┌──

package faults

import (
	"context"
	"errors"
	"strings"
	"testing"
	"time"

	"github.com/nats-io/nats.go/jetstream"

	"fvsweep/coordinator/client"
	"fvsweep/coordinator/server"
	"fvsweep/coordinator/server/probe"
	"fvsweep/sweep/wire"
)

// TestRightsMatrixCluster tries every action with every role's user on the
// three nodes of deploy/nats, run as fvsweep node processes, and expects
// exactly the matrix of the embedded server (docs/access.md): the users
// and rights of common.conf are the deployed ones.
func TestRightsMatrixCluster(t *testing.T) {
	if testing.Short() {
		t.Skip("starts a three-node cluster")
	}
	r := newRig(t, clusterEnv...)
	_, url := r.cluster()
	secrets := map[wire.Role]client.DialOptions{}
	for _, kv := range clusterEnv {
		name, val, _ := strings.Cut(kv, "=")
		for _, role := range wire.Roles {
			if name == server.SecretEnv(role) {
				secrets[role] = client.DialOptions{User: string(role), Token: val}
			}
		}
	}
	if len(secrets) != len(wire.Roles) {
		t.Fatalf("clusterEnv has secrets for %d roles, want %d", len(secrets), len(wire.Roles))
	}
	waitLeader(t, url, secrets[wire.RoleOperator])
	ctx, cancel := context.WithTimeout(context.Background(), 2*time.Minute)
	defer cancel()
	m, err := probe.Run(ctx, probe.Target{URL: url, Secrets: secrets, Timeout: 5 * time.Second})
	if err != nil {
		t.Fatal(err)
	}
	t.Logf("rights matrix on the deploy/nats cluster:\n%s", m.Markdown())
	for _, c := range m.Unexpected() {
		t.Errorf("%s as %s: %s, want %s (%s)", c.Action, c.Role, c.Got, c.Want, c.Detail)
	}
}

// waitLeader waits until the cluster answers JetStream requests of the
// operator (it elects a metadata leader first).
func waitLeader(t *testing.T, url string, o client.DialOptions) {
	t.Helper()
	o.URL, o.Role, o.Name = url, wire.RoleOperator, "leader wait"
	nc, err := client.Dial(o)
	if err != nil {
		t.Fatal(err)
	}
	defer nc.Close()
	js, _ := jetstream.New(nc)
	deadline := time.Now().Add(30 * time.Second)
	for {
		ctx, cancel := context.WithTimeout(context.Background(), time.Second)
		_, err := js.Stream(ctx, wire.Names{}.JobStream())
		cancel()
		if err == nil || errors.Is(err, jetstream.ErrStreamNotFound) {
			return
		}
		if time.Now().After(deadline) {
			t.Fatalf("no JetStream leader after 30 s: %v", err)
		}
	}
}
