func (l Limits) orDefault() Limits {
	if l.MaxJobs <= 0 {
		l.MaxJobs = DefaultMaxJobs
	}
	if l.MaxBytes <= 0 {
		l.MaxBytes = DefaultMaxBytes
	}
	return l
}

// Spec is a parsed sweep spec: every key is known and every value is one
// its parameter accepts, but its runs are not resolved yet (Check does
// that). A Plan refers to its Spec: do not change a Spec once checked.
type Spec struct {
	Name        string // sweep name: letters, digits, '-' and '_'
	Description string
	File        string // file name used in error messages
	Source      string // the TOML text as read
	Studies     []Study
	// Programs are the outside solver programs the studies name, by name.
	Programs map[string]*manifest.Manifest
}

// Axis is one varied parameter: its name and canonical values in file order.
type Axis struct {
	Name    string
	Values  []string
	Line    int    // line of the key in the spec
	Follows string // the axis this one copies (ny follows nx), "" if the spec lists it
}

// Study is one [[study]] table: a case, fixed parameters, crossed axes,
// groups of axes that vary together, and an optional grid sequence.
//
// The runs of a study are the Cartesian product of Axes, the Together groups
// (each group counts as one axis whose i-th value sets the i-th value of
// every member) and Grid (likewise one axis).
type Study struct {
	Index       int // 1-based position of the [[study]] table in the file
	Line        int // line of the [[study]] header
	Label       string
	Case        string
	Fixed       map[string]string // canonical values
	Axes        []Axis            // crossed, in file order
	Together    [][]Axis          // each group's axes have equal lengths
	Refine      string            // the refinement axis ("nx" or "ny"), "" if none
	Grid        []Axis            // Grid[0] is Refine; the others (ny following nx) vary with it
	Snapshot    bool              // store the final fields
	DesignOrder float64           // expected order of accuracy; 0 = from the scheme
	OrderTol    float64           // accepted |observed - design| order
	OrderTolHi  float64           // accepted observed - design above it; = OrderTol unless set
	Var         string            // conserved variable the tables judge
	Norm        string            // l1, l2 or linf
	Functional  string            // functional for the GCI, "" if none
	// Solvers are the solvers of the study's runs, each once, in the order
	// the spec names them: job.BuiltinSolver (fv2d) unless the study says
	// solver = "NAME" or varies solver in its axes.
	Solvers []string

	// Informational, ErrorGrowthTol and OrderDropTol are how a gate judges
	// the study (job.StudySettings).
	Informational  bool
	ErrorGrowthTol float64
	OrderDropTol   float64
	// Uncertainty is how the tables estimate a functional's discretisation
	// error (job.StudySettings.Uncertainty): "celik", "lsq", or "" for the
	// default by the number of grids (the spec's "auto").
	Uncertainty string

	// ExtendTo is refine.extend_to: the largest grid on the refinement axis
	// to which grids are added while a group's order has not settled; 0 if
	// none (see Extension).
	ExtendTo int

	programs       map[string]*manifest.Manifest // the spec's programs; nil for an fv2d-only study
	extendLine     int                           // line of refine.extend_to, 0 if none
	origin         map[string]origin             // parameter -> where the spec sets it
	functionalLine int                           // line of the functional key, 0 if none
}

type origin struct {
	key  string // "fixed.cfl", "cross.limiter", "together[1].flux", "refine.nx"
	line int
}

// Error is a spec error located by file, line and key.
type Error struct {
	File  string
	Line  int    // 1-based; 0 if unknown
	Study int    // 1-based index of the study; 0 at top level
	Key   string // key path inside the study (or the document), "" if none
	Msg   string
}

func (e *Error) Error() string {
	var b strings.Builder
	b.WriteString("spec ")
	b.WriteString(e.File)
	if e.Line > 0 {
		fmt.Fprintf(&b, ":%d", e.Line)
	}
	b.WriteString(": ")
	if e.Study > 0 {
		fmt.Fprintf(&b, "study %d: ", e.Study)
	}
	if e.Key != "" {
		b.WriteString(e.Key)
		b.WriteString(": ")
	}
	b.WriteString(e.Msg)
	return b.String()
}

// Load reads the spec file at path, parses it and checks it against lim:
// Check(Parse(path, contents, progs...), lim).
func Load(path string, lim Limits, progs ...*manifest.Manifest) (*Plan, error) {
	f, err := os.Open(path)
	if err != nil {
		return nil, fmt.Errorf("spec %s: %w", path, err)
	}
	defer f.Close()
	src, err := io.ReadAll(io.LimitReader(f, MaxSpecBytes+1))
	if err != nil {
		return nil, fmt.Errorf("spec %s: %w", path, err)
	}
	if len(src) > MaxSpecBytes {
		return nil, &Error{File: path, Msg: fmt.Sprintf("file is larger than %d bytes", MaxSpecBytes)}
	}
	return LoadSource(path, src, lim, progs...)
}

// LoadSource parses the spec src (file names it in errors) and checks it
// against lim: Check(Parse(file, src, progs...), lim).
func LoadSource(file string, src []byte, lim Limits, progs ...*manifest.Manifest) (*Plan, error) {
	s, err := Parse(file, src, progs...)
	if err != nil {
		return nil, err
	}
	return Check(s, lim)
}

└──

Task prompt: Your task is to retype the records precisely as they stand.

Solution for this problem:
package faults

import (
	"context"
	"errors"
	"strings"
	"testing"
	"time"

	"github.com/nats-io/nats.go/jetstream"

	"fvsweep/coordinator/client"
	"fvsweep/coordinator/server"
	"fvsweep/coordinator/server/probe"
	"fvsweep/sweep/wire"
)

// TestRightsMatrixCluster tries every action with every role's user on the
// three nodes of deploy/nats, run as fvsweep node processes, and expects
// exactly the matrix of the embedded server (docs/access.md): the users
// and rights of common.conf are the deployed ones.
func TestRightsMatrixCluster(t *testing.T) {
	if testing.Short() {
		t.Skip("starts a three-node cluster")
	}
	r := newRig(t, clusterEnv...)
	_, url := r.cluster()
	secrets := map[wire.Role]client.DialOptions{}
	for _, kv := range clusterEnv {
		name, val, _ := strings.Cut(kv, "=")
		for _, role := range wire.Roles {
			if name == server.SecretEnv(role) {
				secrets[role] = client.DialOptions{User: string(role), Token: val}
			}
		}
	}
	if len(secrets) != len(wire.Roles) {
		t.Fatalf("clusterEnv has secrets for %d roles, want %d", len(secrets), len(wire.Roles))
	}
	waitLeader(t, url, secrets[wire.RoleOperator])
	ctx, cancel := context.WithTimeout(context.Background(), 2*time.Minute)
	defer cancel()
	m, err := probe.Run(ctx, probe.Target{URL: url, Secrets: secrets, Timeout: 5 * time.Second})
	if err != nil {
		t.Fatal(err)
	}
	t.Logf("rights matrix on the deploy/nats cluster:\n%s", m.Markdown())
	for _, c := range m.Unexpected() {
		t.Errorf("%s as %s: %s, want %s (%s)", c.Action, c.Role, c.Got, c.Want, c.Detail)
	}
}

// waitLeader waits until the cluster answers JetStream requests of the
// operator (it elects a metadata leader first).
func waitLeader(t *testing.T, url string, o client.DialOptions) {
	t.Helper()
	o.URL, o.Role, o.Name = url, wire.RoleOperator, "leader wait"
	nc, err := client.Dial(o)
	if err != nil {
		t.Fatal(err)
	}
	defer nc.Close()
	js, _ := jetstream.New(nc)
	deadline := time.Now().Add(30 * time.Second)
	for {
		ctx, cancel := context.WithTimeout(context.Background(), time.Second)
		_, err := js.Stream(ctx, wire.Names{}.JobStream())
		cancel()
		if err == nil || errors.Is(err, jetstream.ErrStreamNotFound) {
			return
		}
		if time.Now().After(deadline) {
			t.Fatalf("no JetStream leader after 30 s: %v", err)
		}
	}
}
func (l Limits) orDefault() Limits {
	if l.MaxJobs <= 0 {
		l.MaxJobs = DefaultMaxJobs
	}
	if l.MaxBytes <= 0 {
		l.MaxBytes = DefaultMaxBytes
	}
	return l
}

// Spec is a parsed sweep spec: every key is known and every value is one
// its parameter accepts, but its runs are not resolved yet (Check does
// that). A Plan refers to its Spec: do not change a Spec once checked.
type Spec struct {
	Name        string // sweep name: letters, digits, '-' and '_'
	Description string
	File        string // file name used in error messages
	Source      string // the TOML text as read
	Studies     []Study
	// Programs are the outside solver programs the studies name, by name.
	Programs map[string]*manifest.Manifest
}

// Axis is one varied parameter: its name and canonical values in file order.
type Axis struct {
	Name    string
	Values  []string
	Line    int    // line of the key in the spec
	Follows string // the axis this one copies (ny follows nx), "" if the spec lists it
}

// Study is one [[study]] table: a case, fixed parameters, crossed axes,
// groups of axes that vary together, and an optional grid sequence.
//
// The runs of a study are the Cartesian product of Axes, the Together groups
// (each group counts as one axis whose i-th value sets the i-th value of
// every member) and Grid (likewise one axis).
type Study struct {
	Index       int // 1-based position of the [[study]] table in the file
	Line        int // line of the [[study]] header
	Label       string
	Case        string
	Fixed       map[string]string // canonical values
	Axes        []Axis            // crossed, in file order
	Together    [][]Axis          // each group's axes have equal lengths
	Refine      string            // the refinement axis ("nx" or "ny"), "" if none
	Grid        []Axis            // Grid[0] is Refine; the others (ny following nx) vary with it
	Snapshot    bool              // store the final fields
	DesignOrder float64           // expected order of accuracy; 0 = from the scheme
	OrderTol    float64           // accepted |observed - design| order
	OrderTolHi  float64           // accepted observed - design above it; = OrderTol unless set
	Var         string            // conserved variable the tables judge
	Norm        string            // l1, l2 or linf
	Functional  string            // functional for the GCI, "" if none
	// Solvers are the solvers of the study's runs, each once, in the order
	// the spec names them: job.BuiltinSolver (fv2d) unless the study says
	// solver = "NAME" or varies solver in its axes.
	Solvers []string

	// Informational, ErrorGrowthTol and OrderDropTol are how a gate judges
	// the study (job.StudySettings).
	Informational  bool
	ErrorGrowthTol float64
	OrderDropTol   float64
	// Uncertainty is how the tables estimate a functional's discretisation
	// error (job.StudySettings.Uncertainty): "celik", "lsq", or "" for the
	// default by the number of grids (the spec's "auto").
	Uncertainty string

	// ExtendTo is refine.extend_to: the largest grid on the refinement axis
	// to which grids are added while a group's order has not settled; 0 if
	// none (see Extension).
	ExtendTo int

	programs       map[string]*manifest.Manifest // the spec's programs; nil for an fv2d-only study
	extendLine     int                           // line of refine.extend_to, 0 if none
	origin         map[string]origin             // parameter -> where the spec sets it
	functionalLine int                           // line of the functional key, 0 if none
}

type origin struct {
	key  string // "fixed.cfl", "cross.limiter", "together[1].flux", "refine.nx"
	line int
}

// Error is a spec error located by file, line and key.
type Error struct {
	File  string
	Line  int    // 1-based; 0 if unknown
	Study int    // 1-based index of the study; 0 at top level
	Key   string // key path inside the study (or the document), "" if none
	Msg   string
}

func (e *Error) Error() string {
	var b strings.Builder
	b.WriteString("spec ")
	b.WriteString(e.File)
	if e.Line > 0 {
		fmt.Fprintf(&b, ":%d", e.Line)
	}
	b.WriteString(": ")
	if e.Study > 0 {
		fmt.Fprintf(&b, "study %d: ", e.Study)
	}
	if e.Key != "" {
		b.WriteString(e.Key)
		b.WriteString(": ")
	}
	b.WriteString(e.Msg)
	return b.String()
}

// Load reads the spec file at path, parses it and checks it against lim:
// Check(Parse(path, contents, progs...), lim).
func Load(path string, lim Limits, progs ...*manifest.Manifest) (*Plan, error) {
	f, err := os.Open(path)
	if err != nil {
		return nil, fmt.Errorf("spec %s: %w", path, err)
	}
	defer f.Close()
	src, err := io.ReadAll(io.LimitReader(f, MaxSpecBytes+1))
	if err != nil {
		return nil, fmt.Errorf("spec %s: %w", path, err)
	}
	if len(src) > MaxSpecBytes {
		return nil, &Error{File: path, Msg: fmt.Sprintf("file is larger than %d bytes", MaxSpecBytes)}
	}
	return LoadSource(path, src, lim, progs...)
}

// LoadSource parses the spec src (file names it in errors) and checks it
// against lim: Check(Parse(file, src, progs...), lim).
func LoadSource(file string, src []byte, lim Limits, progs ...*manifest.Manifest) (*Plan, error) {
	s, err := Parse(file, src, progs...)
	if err != nil {
		return nil, err
	}
	return Check(s, lim)
}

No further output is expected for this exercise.